Source material:
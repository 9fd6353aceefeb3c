/**
 * The scope profile format against the simulated scope over TCP on 127.0.0.1: user profiles that
 * describe other data formats (ASCII, unsigned 8-bit big-endian, signed 16-bit big-endian, 32-bit float
 * little-endian — FORMat[:DATA] / FORMat:BORDer of SCPI-1999 Vol. 2, chapter recalled from memory),
 * scaling from fixed values and from a standard query (SENSe:SWEep:TINTerval?), and acquisition
 * completion by polling STATus:OPERation:CONDition? until the MEASuring bit (bit 4, value 16; recalled
 * from memory) clears. Each variant reads the same record as the shipped 16-bit profile; they must agree
 * within the coarser format's quantisation step (half a code), the figure of a rounding converter.
 */
import { afterAll, beforeAll, describe, expect, it } from 'vitest';
import { startSimulatedBench, type SimulatedBench } from '../../../app/sim';
import { builtInProfiles, openInstrument, validateProfile, type ScopeProfile, type Waveform } from '../../../app/bench';
import { ScpiMalformedReplyError, TrafficLog } from '../../../app/scpi';
import { TEST_DESIGN_JSON } from './bench-scenario';

const shipped = builtInProfiles().find((p) => p.id === 'scpi-scope') as ScopeProfile;

/** A user profile: the shipped scope with other init commands and scope settings. */
function variant(id: string, changes: { init: string[]; scope: Record<string, unknown>; operations?: Record<string, string | undefined> }): ScopeProfile {
  const operations: Record<string, unknown> = { ...shipped.operations, ...changes.operations };
  for (const [name, value] of Object.entries(operations)) if (value === undefined) delete operations[name];
  const json = { id, role: 'scope', description: `test variant ${id} (invented)`, init: changes.init, timeoutS: 5, operations, scope: { divisions: 10, ...changes.scope } };
  return validateProfile(json, `${id}.json`) as ScopeProfile;
}

/** Channel ranges in volts (SENSe<n>:VOLTage:RANGe): the test stage's input and its larger output both inside. */
const RANGE_V = { 1: 1, 2: 5 } as const;
/** Half a code of a converter with `codes` codes per range, per channel. */
const halfCode = (codes: number) => ({ 1: RANGE_V[1] / codes / 2, 2: RANGE_V[2] / codes / 2 });
const plus = (a: { 1: number; 2: number }, b: { 1: number; 2: number }) => ({ 1: a[1] + b[1], 2: a[2] + b[2] });
const both = (v: number) => ({ 1: v, 2: v });

describe('scope profile format against the simulated scope', () => {
  let bench: SimulatedBench;
  let reference: { 1: Waveform; 2: Waveform };

  beforeAll(async () => {
    bench = await startSimulatedBench({ design: TEST_DESIGN_JSON, tcpPort: 0, timeScale: 10, seed: 11 });
    const generator = await openInstrument(bench.addresses.generator, 'generator', 'scpi-generator', { maxStimulusVpp: 2 });
    await generator.control.configureSine({ frequencyHz: 1000, amplitudeVpp: 1, offsetV: 0 });
    await generator.control.setOutput(true);
    await generator.close();
    const scope = await openInstrument(bench.addresses.scope, 'scope', shipped);
    await scope.control.setupChannels({ 1: RANGE_V[1] / 5, 2: RANGE_V[2] / 5 });
    await scope.control.setTimebase(0.004);
    await scope.control.acquire();
    reference = await scope.control.fetchBoth();
    await scope.close();
  });
  afterAll(async () => {
    await bench?.stop();
  });

  /** Reads both channels of the record already captured through `profile` (no new acquisition). */
  async function readThrough(profile: ScopeProfile): Promise<{ 1: Waveform; 2: Waveform }> {
    const scope = await openInstrument(bench.addresses.scope, 'scope', profile);
    try {
      return await scope.control.fetchBoth();
    } finally {
      await scope.close();
    }
  }

  function expectSameRecord(read: { 1: Waveform; 2: Waveform }, toleranceV: { 1: number; 2: number }): void {
    for (const channel of [1, 2] as const) {
      expect(read[channel].samplesV.length).toBe(reference[channel].samplesV.length);
      expect(read[channel].sampleIntervalS).toBeCloseTo(reference[channel].sampleIntervalS, 15);
      let worst = 0;
      for (let i = 0; i < read[channel].samplesV.length; i++) worst = Math.max(worst, Math.abs(read[channel].samplesV[i] - reference[channel].samplesV[i]));
      expect(worst, `channel ${channel}`).toBeLessThanOrEqual(toleranceV[channel]);
      expect(read[channel].clipped).toBe(false);
    }
  }

  it('ASCII data with the sample interval from the standard SENSe:SWEep:TINTerval? and no volts scaling', async () => {
    const ascii = variant('ascii-scope', {
      init: ['FORMat:DATA ASCii'],
      scope: { data: { format: 'ascii' }, scaling: { fields: ['sampleIntervalS'] } },
      operations: { waveformScaling: 'SENSe:SWEep:TINTerval?', waveformBoth: undefined },
    });
    // NR3 with 9 significant digits against 16-bit codes: within half a 16-bit code of 2.5 V / 32000.
    expectSameRecord(await readThrough(ascii), plus(halfCode(32000), both(1e-8)));
  });

  it('unsigned 8-bit codes around a code offset, big-endian 16-bit, and little-endian 32-bit floats', async () => {
    const u8 = variant('u8-scope', { init: ['FORMat:DATA UINTeger,8'], scope: { data: { format: 'binary', sample: 'uint8' }, scaling: shipped.scope.scaling } });
    expectSameRecord(await readThrough(u8), plus(halfCode(125), halfCode(32000)));
    const big16 = variant('be16-scope', { init: ['FORMat:DATA INTeger,16', 'FORMat:BORDer NORMal'], scope: { data: { format: 'binary', sample: 'int16', byteOrder: 'big' }, scaling: shipped.scope.scaling } });
    expectSameRecord(await readThrough(big16), both(0));
    const float = variant('f32-scope', {
      init: ['FORMat:DATA REAL,32', 'FORMat:BORDer SWAPped'],
      scope: { data: { format: 'binary', sample: 'float32', byteOrder: 'little' }, scaling: shipped.scope.scaling },
    });
    // float32 carries 24 significant bits: far finer than half a 16-bit code.
    expectSameRecord(await readThrough(float), plus(halfCode(32000), both(1e-6)));
  });

  it('fixed scaling with no scaling query at all', async () => {
    const fixed = variant('fixed-scope', {
      init: ['FORMat:DATA INTeger,16', 'FORMat:BORDer SWAPped'],
      scope: { data: { format: 'binary', sample: 'int16', byteOrder: 'little' }, scaling: { fixed: { sampleIntervalS: reference[1].sampleIntervalS, voltsPerCode: RANGE_V[1] / 32000 } } },
      operations: { waveformScaling: undefined, waveformBoth: 'TRACe:DATA? CH1;TRACe:DATA? CH2' },
    });
    // One fixed volts-per-code for both channels: set both to channel 1's range first.
    const read = await readThrough(fixed);
    expect(read[1].samplesV).toEqual(reference[1].samplesV);
    expect(read[2].samplesV[10] / reference[2].samplesV[10]).toBeCloseTo(RANGE_V[1] / RANGE_V[2], 12);
  });

  it('a profile that expects the wrong sample size is told so, with the bytes received', async () => {
    const wrong = variant('wrong-scope', { init: ['FORMat:DATA INTeger,16'], scope: { data: { format: 'binary', sample: 'float64', byteOrder: 'little' }, scaling: shipped.scope.scaling } });
    const error = await readThrough(wrong).catch((e) => e);
    expect(error).toBeInstanceOf(ScpiMalformedReplyError);
    expect((error as Error).message).toMatch(/2000 samples as the scaling says, not 500/);
  });

  it('acquisition completion by polling a status query until a bit clears', async () => {
    const polled = variant('poll-scope', {
      init: ['*CLS', 'FORMat:DATA INTeger,16', 'FORMat:BORDer SWAPped'],
      scope: {
        data: shipped.scope.data,
        scaling: shipped.scope.scaling,
        acquisitionComplete: { method: 'poll', query: 'STATus:OPERation:CONDition?', until: { bitsClear: 16 }, intervalS: 0.002 },
      },
    });
    const traffic: string[] = [];
    const log = new TrafficLog();
    log.subscribe((entry) => traffic.push(`${entry.direction} ${entry.text}`));
    const scope = await openInstrument(bench.addresses.scope, 'scope', polled, { traffic: log });
    try {
      await scope.control.setTimebase(0.2); // 0.2 s of bench time: 20 ms of wall time at time scale 10
      await scope.control.acquire();
      const polls = traffic.filter((line) => line.startsWith('sent') && line.includes('STATus:OPERation:CONDition?'));
      expect(polls.length).toBeGreaterThanOrEqual(2); // measuring at first, then clear
      expect(traffic.some((line) => line.includes('*OPC?'))).toBe(false);
      const record = await scope.control.fetchBoth();
      expect(record[2].samplesV.length).toBe(2000);
    } finally {
      await scope.close();
    }
  });
});
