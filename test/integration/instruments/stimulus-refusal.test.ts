/**
 * The maximum stimulus holds when the instrument refuses part of a setting.
 * The simulated generator is reached over TCP on 127.0.0.1 like a real one, a
 * `refuse` fault makes it refuse one header (-222, not applied) while taking
 * the rest, and every state it actually takes is read from the instrument
 * itself (SimGenerator.onChange), not from the control's bookkeeping.
 *
 * The figure compared with the limit is the project's rule
 * (app/bench/stimulus.ts): 2·(Vpp/2 + |offset|) × 1 for a high-Z load setting.
 * Limit 6 Vpp; the two settings used: A = 4 Vpp, 0 V offset (worst 4 Vpp) and
 * B = 0.5 Vpp, 2.5 V offset (worst 5.5 Vpp). Mixing them — 4 Vpp with 2.5 V —
 * is 9 Vpp, which must never be held with the output on.
 */
import { afterAll, beforeAll, beforeEach, describe, expect, it } from 'vitest';
import { openInstrument, findProfile, type GeneratorControl, type OpenedInstrument } from '../../../app/bench';
import { ScpiInstrumentError } from '../../../app/scpi';
import { ValidationError } from '../../../app/errors';
import { startSimulatedBench, type SimulatedBench } from '../../../app/sim';
import type { GeneratorSettings } from '../../../app/sim/sim-generator';
import { TEST_DESIGN_JSON } from './bench-scenario';

const MAX_STIMULUS_VPP = 6;
const A = { frequencyHz: 1000, amplitudeVpp: 4, offsetV: 0 };
const B = { frequencyHz: 1000, amplitudeVpp: 0.5, offsetV: 2.5 };

// The simulated generator has no load setting: what it holds is the open-circuit voltage.
const worstVpp = (held: Readonly<GeneratorSettings>) => held.amplitudeVpp + 2 * Math.abs(held.offsetV);

describe('stimulus limit when the generator refuses part of a setting (read from the simulated generator)', () => {
  let bench: SimulatedBench;
  let opened: OpenedInstrument<'generator'>;
  let generator: GeneratorControl;
  let heldWhileOn: Array<Readonly<GeneratorSettings>> = [];

  beforeAll(async () => {
    bench = await startSimulatedBench({ design: TEST_DESIGN_JSON, tcpPort: 0, timeScale: 10 });
    bench.generator.onChange((held) => {
      if (held.on) heldWhileOn.push({ ...held });
    });
  });
  afterAll(async () => {
    await opened?.close();
    await bench?.stop();
  });

  beforeEach(async () => {
    await bench.setFault('generator', null);
    await opened?.close();
    opened = await openInstrument(bench.addresses.generator, 'generator', findProfile('scpi-generator', 'generator'), { maxStimulusVpp: MAX_STIMULUS_VPP });
    generator = opened.control;
    heldWhileOn = [];
  });

  const startAt = async (setting: typeof A) => {
    await generator.configureSine(setting);
    await generator.setOutput(true);
    expect(bench.generator.held).toMatchObject({ on: true, amplitudeVpp: setting.amplitudeVpp, offsetV: setting.offsetV });
  };
  const expectNothingAboveTheLimit = () => {
    expect(heldWhileOn.length).toBeGreaterThan(0);
    for (const held of heldWhileOn) expect(worstVpp(held), JSON.stringify(held)).toBeLessThanOrEqual(MAX_STIMULUS_VPP);
  };

  it('without refusals, both orders end at the asked setting and no state on the way exceeds the limit', async () => {
    await startAt(A);
    await generator.configureSine(B); // offset grows: amplitude first
    expect(bench.generator.held).toMatchObject({ on: true, amplitudeVpp: 0.5, offsetV: 2.5 });
    await generator.configureSine(A); // offset shrinks: offset first
    expect(bench.generator.held).toMatchObject({ on: true, amplitudeVpp: 4, offsetV: 0 });
    expectNothingAboveTheLimit();
  });

  it('the check can fail: sending B\'s offset while A\'s amplitude is held is seen as 9 Vpp', async () => {
    await startAt(A);
    await bench.generator.execute('SOURce:VOLTage:OFFSet 2.5'); // straight to the instrument, past the control
    expect(Math.max(...heldWhileOn.map(worstVpp))).toBe(9);
  });

  it('amplitude refused on the way from A to B (amplitude first): the offset is never sent, then output off', async () => {
    await startAt(A);
    await bench.setFault('generator', { kind: 'refuse', header: '[SOURce]:VOLTage[:LEVel][:IMMediate][:AMPLitude]' });
    const error = await generator.configureSine(B).catch((e: unknown) => e);
    expect(error).toBeInstanceOf(ScpiInstrumentError);
    expect((error as ScpiInstrumentError).code).toBe(-222);
    expectNothingAboveTheLimit();
    // Safe state: output off; the refused amplitude stays where it was, the offset goes to 0.
    expect(bench.generator.held).toMatchObject({ on: false, amplitudeVpp: 4, offsetV: 0 });
  });

  it('offset refused on the way from B to A (offset first): the amplitude is never sent, then output off', async () => {
    await startAt(B);
    await bench.setFault('generator', { kind: 'refuse', header: '[SOURce]:VOLTage[:LEVel][:IMMediate]:OFFSet' });
    await expect(generator.configureSine(A)).rejects.toBeInstanceOf(ScpiInstrumentError);
    expectNothingAboveTheLimit();
    // Safe state: output off and the smallest amplitude (profile minAmplitudeVpp 0.001); the offset was refused, so it stays.
    expect(bench.generator.held).toMatchObject({ on: false, amplitudeVpp: 0.001, offsetV: 2.5 });
  });

  it('amplitude refused after the offset was accepted (B to A): held within the limit, then output off', async () => {
    await startAt(B);
    await bench.setFault('generator', { kind: 'refuse', header: '[SOURce]:VOLTage[:LEVel][:IMMediate][:AMPLitude]' });
    await expect(generator.configureSine(A)).rejects.toBeInstanceOf(ScpiInstrumentError);
    expectNothingAboveTheLimit();
    expect(bench.generator.held).toMatchObject({ on: false, amplitudeVpp: 0.5, offsetV: 0 });
  });

  it('after a refusal the output cannot be switched on until the generator is configured afresh; then it works', async () => {
    await startAt(A);
    await bench.setFault('generator', { kind: 'refuse', header: '[SOURce]:VOLTage[:LEVel][:IMMediate][:AMPLitude]' });
    await expect(generator.configureSine(B)).rejects.toBeInstanceOf(ScpiInstrumentError);
    await expect(generator.setOutput(true)).rejects.toBeInstanceOf(ValidationError);
    expect(bench.generator.held.on).toBe(false);
    await bench.setFault('generator', null);
    await generator.configureSine(B);
    await generator.setOutput(true);
    expect(bench.generator.held).toMatchObject({ on: true, amplitudeVpp: 0.5, offsetV: 2.5 });
    expectNothingAboveTheLimit();
  });

  it('amplitude refused in the one batch sent with the output off: the output never comes on, and cannot until configured afresh', async () => {
    await bench.setFault('generator', { kind: 'refuse', header: '[SOURce]:VOLTage[:LEVel][:IMMediate][:AMPLitude]' });
    const error = await generator.configureSine(A).catch((e: unknown) => e);
    expect(error).toBeInstanceOf(ScpiInstrumentError);
    expect((error as ScpiInstrumentError).code).toBe(-222);
    await expect(generator.setOutput(true)).rejects.toBeInstanceOf(ValidationError);
    expect(bench.generator.held.on).toBe(false);
    expect(heldWhileOn).toEqual([]);
  });

  it('refuses an amplitude below the profile\'s minimum before sending anything', async () => {
    await startAt(A);
    const before = { ...bench.generator.held };
    await expect(generator.configureSine({ ...A, amplitudeVpp: 0.0005 })).rejects.toThrow(/below the generator's 0\.001 Vpp/);
    expect(bench.generator.held).toEqual(before);
  });
});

What is required:
Every line in the data above that contains the word "catch" should be copied.

Result of the task:
    const error = await readThrough(wrong).catch((e) => e);
    const error = await generator.configureSine(B).catch((e: unknown) => e);
    const error = await generator.configureSine(A).catch((e: unknown) => e);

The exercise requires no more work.